Exercise data START

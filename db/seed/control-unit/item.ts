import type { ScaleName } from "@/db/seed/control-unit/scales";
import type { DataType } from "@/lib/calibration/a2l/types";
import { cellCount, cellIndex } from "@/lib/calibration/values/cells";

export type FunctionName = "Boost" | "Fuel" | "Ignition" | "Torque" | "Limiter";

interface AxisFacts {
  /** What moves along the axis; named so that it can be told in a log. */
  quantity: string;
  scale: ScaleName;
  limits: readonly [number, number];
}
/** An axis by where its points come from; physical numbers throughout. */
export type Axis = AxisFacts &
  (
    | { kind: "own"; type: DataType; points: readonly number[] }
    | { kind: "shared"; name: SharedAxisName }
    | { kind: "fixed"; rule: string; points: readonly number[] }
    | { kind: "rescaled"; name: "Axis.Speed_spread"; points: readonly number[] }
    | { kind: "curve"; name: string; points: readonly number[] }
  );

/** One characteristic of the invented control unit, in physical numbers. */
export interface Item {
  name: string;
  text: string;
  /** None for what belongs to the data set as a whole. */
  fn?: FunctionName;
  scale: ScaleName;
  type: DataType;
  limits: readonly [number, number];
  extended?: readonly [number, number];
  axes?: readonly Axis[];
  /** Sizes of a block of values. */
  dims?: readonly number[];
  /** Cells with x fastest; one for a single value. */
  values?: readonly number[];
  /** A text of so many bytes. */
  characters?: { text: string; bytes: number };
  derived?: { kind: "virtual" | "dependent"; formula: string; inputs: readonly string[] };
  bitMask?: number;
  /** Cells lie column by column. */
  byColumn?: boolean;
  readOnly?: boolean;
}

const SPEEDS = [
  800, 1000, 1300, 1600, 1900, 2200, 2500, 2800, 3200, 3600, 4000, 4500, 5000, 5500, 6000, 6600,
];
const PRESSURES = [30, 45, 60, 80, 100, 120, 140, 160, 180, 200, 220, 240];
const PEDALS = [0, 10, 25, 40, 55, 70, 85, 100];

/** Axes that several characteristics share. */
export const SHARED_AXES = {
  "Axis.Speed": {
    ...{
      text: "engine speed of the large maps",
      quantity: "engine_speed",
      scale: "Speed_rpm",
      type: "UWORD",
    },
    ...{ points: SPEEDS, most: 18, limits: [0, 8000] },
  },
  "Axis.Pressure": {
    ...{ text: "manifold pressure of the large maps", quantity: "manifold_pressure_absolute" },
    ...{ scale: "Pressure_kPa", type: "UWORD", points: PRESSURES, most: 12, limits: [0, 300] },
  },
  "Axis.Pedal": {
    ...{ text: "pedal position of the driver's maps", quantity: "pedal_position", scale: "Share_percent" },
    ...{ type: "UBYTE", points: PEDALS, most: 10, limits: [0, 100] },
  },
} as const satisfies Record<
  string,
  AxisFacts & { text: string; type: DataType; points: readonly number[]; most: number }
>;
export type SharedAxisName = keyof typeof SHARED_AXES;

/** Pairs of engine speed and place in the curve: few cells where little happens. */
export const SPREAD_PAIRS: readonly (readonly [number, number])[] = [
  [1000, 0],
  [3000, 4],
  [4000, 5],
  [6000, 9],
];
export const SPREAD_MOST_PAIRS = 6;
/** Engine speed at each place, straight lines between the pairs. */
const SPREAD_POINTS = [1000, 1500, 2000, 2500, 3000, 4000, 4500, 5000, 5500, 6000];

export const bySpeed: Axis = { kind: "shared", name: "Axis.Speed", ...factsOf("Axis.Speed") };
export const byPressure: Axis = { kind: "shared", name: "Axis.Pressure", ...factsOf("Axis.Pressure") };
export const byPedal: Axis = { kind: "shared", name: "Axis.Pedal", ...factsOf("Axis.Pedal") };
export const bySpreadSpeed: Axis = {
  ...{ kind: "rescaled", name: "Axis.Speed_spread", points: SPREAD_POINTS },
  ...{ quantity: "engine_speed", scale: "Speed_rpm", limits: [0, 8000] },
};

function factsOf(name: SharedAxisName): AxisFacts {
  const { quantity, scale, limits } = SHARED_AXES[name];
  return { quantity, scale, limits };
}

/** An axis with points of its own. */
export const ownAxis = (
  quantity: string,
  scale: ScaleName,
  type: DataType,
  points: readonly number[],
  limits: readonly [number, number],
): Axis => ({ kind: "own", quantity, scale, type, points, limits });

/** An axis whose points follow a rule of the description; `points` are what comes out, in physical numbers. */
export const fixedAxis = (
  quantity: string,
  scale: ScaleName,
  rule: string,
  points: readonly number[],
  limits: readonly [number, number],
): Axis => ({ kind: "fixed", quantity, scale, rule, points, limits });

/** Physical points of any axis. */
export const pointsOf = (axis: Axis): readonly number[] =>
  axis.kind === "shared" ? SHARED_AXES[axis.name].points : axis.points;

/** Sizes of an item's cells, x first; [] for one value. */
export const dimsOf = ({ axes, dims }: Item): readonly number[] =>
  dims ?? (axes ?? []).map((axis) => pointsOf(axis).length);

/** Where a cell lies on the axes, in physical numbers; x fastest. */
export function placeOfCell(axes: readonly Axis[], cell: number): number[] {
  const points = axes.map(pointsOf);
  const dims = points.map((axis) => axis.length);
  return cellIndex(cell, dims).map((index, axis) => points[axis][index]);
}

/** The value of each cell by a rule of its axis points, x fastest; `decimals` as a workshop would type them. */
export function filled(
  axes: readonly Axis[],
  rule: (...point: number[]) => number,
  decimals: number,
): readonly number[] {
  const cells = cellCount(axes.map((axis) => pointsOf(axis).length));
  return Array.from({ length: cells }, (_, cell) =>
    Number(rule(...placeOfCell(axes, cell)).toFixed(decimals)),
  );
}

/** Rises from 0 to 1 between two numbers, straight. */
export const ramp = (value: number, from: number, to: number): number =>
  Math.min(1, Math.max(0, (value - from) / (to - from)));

Exercise data END
Exercise data START

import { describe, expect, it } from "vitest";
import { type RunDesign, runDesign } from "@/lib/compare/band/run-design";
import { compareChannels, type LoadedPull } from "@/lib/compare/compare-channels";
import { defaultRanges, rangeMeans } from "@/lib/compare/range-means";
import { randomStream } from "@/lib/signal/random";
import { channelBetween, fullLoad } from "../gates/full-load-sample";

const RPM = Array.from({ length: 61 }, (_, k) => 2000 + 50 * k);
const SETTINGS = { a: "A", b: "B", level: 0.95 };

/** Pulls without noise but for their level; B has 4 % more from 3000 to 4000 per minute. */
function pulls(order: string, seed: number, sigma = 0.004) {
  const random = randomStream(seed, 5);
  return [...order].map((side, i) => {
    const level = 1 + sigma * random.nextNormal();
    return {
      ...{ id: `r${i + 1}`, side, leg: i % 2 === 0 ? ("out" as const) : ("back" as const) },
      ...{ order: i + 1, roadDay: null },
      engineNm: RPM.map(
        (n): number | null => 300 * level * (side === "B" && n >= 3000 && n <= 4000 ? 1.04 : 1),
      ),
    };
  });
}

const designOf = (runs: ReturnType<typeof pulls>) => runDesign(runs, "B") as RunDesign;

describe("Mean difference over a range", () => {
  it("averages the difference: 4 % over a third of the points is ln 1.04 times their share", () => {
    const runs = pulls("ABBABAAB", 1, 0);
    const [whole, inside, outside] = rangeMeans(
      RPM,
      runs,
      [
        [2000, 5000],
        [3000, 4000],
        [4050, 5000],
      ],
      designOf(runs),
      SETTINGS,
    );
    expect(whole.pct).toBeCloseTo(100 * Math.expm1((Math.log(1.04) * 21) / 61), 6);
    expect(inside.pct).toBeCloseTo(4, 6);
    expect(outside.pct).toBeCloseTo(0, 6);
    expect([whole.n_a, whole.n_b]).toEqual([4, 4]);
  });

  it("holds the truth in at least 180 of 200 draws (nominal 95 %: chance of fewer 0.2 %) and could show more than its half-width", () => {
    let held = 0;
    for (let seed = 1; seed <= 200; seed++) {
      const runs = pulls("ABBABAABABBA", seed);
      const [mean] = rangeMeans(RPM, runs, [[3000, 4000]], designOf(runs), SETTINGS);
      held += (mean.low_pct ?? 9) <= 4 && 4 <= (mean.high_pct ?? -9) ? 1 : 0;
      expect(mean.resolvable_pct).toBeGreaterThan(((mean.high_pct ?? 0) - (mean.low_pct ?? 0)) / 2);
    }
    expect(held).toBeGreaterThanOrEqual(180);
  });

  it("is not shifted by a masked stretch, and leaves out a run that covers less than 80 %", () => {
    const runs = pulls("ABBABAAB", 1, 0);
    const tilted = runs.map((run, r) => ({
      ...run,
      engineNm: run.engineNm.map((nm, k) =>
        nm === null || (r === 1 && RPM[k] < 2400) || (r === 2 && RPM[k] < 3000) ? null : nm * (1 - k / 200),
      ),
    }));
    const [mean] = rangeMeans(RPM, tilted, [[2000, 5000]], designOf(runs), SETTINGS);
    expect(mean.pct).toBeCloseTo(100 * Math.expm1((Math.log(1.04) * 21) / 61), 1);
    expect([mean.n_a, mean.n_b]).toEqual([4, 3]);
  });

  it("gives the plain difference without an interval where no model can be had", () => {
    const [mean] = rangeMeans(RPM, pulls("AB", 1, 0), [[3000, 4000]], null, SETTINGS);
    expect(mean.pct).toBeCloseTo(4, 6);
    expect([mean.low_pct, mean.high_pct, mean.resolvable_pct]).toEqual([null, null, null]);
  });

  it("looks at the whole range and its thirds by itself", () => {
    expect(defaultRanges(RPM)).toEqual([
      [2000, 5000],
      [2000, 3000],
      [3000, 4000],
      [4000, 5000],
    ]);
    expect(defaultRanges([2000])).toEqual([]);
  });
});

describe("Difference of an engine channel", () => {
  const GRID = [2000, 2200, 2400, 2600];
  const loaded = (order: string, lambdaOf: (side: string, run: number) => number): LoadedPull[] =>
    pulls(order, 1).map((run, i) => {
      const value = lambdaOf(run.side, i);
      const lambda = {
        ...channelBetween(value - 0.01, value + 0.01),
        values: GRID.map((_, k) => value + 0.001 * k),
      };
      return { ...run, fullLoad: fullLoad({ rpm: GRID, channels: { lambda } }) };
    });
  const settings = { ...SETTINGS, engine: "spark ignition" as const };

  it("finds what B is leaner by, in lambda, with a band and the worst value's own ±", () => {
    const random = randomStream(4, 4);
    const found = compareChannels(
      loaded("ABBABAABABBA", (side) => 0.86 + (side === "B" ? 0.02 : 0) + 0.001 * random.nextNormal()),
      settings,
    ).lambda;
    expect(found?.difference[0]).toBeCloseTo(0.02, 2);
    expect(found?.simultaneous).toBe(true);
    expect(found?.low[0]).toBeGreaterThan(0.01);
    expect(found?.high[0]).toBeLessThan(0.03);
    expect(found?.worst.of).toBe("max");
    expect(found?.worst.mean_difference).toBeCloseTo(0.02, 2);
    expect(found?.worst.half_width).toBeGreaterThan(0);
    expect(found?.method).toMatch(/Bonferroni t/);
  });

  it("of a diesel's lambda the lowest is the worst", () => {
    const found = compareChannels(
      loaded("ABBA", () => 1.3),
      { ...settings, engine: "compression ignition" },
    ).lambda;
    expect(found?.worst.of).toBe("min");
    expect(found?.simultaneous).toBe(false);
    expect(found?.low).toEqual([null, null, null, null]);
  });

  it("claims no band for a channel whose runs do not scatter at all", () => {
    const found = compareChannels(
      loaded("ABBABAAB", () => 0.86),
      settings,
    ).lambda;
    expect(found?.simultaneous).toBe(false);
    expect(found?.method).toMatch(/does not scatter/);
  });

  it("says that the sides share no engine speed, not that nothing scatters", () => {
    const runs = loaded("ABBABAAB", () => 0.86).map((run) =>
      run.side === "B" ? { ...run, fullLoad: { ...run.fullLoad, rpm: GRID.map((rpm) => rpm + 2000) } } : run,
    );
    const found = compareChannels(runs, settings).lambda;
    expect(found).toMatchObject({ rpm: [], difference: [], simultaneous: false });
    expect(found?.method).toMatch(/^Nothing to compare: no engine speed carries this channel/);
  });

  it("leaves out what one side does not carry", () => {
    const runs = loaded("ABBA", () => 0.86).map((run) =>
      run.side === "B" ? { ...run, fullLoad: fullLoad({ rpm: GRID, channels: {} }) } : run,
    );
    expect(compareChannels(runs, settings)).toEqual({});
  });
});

Exercise data END
Exercise data START

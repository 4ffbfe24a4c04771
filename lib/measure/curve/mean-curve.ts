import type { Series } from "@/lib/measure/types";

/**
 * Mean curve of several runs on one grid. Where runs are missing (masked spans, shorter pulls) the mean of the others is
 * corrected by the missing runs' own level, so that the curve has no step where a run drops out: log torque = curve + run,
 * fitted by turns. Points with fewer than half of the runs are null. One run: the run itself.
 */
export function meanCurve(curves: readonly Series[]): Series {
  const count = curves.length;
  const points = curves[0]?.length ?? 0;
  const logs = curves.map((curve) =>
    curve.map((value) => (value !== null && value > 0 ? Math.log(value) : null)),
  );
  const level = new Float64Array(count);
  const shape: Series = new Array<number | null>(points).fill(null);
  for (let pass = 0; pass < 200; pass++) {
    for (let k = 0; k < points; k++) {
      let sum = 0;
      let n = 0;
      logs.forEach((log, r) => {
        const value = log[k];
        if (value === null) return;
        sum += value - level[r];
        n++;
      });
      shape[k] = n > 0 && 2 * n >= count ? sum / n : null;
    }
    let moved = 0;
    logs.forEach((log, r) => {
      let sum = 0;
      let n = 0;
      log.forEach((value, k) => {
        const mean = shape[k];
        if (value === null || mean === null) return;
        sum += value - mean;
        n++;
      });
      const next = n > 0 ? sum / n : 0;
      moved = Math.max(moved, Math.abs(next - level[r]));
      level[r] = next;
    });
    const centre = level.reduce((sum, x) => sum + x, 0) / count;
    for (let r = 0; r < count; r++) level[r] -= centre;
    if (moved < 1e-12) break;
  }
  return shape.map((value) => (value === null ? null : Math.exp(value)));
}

Exercise data END

• The problem
Reprint exactly the lines above that start at the one with "string; type: DataType;" and end at the one with "export const SPREAD_MOST_PAIRS = 6;", keeping both and adding none.

• Exercise answer
  AxisFacts & { text: string; type: DataType; points: readonly number[]; most: number }
>;
export type SharedAxisName = keyof typeof SHARED_AXES;

/** Pairs of engine speed and place in the curve: few cells where little happens. */
export const SPREAD_PAIRS: readonly (readonly [number, number])[] = [
  [1000, 0],
  [3000, 4],
  [4000, 5],
  [6000, 9],
];
export const SPREAD_MOST_PAIRS = 6;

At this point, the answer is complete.